Records to process:
===============

# --------------------------------------------------------------------------------------------
# boxes as index ranges
# --------------------------------------------------------------------------------------------


@pytest.mark.parametrize("lon0", [-180.0, 0.0])  # -180..180 and 0..360 grids
def test_box_window_matches_shapely_on_random_boxes(lon0):
    """Index-range boxes against shapely's point-in-polygon test of every cell centre (an
    outside reference), on 200 seeded random boxes, antimeridian crossings included. Box
    edges are whole degrees and centres are at .25/.75, so no centre lies on an edge."""
    import shapely

    from euphotic.regions import box_geometry, box_window

    lat = np.arange(-89.75, 90, 0.5)
    lon = np.arange(lon0 + 0.25, lon0 + 360, 0.5)
    glon, glat = np.meshgrid(lon, lat)
    rng = np.random.default_rng(7)
    for _ in range(200):
        s, n = np.sort(rng.choice(np.arange(-90, 91), 2, replace=False)).astype(float)
        w, e = rng.choice(np.arange(-180, 181), 2, replace=False).astype(float)
        g = box_geometry(w, s, e, n)
        ref = np.zeros(glon.shape, bool)
        for shift in (0.0, 360.0):
            ref |= shapely.contains_xy(g, glon - shift, glat)
        win = box_window(w, s, e, n, lat, lon)
        got = np.zeros(glon.shape, bool)
        got[win.rows, win.cols] = win.mask
        np.testing.assert_array_equal(got, ref, err_msg=f"box {[w, s, e, n]}")


def test_box_edges_are_half_open_so_neighbours_tile():
    """This tool's rule (README "Regions"): south and west edges in, north and east out, so
    two boxes sharing an edge never count a cell twice; north = 90 takes the top row."""
    from euphotic.regions import box_window

    lat = np.arange(-90.0, 90.0, 1.0)  # centres exactly on whole degrees: on the edges
    lon = np.arange(-180.0, 180.0, 1.0)

    def cells(*b):
        w = box_window(*b, lat, lon)
        m = np.zeros((len(lat), len(lon)), bool)
        m[w.rows, w.cols] = w.mask
        return m

    a, b = cells(-10, -5, 0, 5), cells(0, -5, 10, 5)
    assert not (a & b).any()
    np.testing.assert_array_equal(a | b, cells(-10, -5, 10, 5))
    assert cells(-10, -5, 10, 5).sum() == 20 * 10
    assert cells(-180, 80, 180, 90)[-1].all()  # whole globe in longitude, top row in
    assert cells(170, 0, -170, 1).sum() == 20  # across the antimeridian


@pytest.mark.parametrize("lat_step, lon0", [(-1.0, 0.0), (-0.5, -180.0), (1 / 24, -180.0)])
def test_box_window_matches_polygon_path_on_descending_and_fine_grids(lat_step, lon0):
    """Index-range boxes against the polygon path (rasterio burning the box polygon, itself
    checked against shapely above) on descending-latitude, 0..360 and 1/24-degree grids.
    Centres sit half a cell off whole degrees, so no centre lies on a box edge (on an edge the
    two rules differ by design: boxes are half-open, see the test above)."""
    from euphotic.regions import box_window

    step = abs(lat_step)
    lat = np.arange(90 - step / 2, -90, -step) if lat_step < 0 else np.arange(
        -90 + step / 2, 90, step)
    lon = np.arange(lon0 + step / 2, lon0 + 360, step)
    if step < 0.1:  # the fine grid: a band of rows keeps the test light
        lat = lat[(lat > -12) & (lat < 12)]
    rng = np.random.default_rng(11)
    for _ in range(40 if step >= 0.5 else 8):
        s, n = np.sort(rng.choice(np.arange(-90, 91), 2, replace=False)).astype(float)
        w, e = rng.choice(np.arange(-180, 181), 2, replace=False).astype(float)
        win = box_window(w, s, e, n, lat, lon)
        got = np.zeros((len(lat), len(lon)), bool)
        got[win.rows, win.cols] = win.mask
        np.testing.assert_array_equal(got, polygon_mask(box_geometry(w, s, e, n), lat, lon),
                                      err_msg=f"box {[w, s, e, n]}")


@pytest.mark.parametrize("n_regions", [None, 6, 2])  # none given; honest; too few (more come)
def test_planes_are_the_same_with_or_without_the_number_of_regions(n_regions):
    """Masks built into one zeroed buffer (the number of regions known up front) give the
    planes numpy's stack of separately built planes gives (the reference); more regions than
    ``n_regions`` said still load. Each mask reads back exactly."""
    rng = np.random.default_rng(11)
    masks = [(f"r{i}", rng.random((6, 9)) > 0.6) for i in range(6)]
    ref = aggregate.RegionMasks.build(iter(masks), max_label_layers=2)  # no length: stacked
    got = aggregate.RegionMasks.build(iter(masks), n_regions=n_regions, max_label_layers=2)
    # the integer type follows n_regions; the values (labels, bits) are the same
    np.testing.assert_array_equal(got.planes, ref.planes.astype(got.planes.dtype))
    assert (got.n_label_layers, got.bit_regions) == (ref.n_label_layers, ref.bit_regions)
    for name, m in masks:
        np.testing.assert_array_equal(got[name], m)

===============

Aim of the exercise: Your answer should be the lines of the records that include the word "zeros".

Result of the exercise:
        ref = np.zeros(glon.shape, bool)
        got = np.zeros(glon.shape, bool)
        m = np.zeros((len(lat), len(lon)), bool)
        got = np.zeros((len(lat), len(lon)), bool)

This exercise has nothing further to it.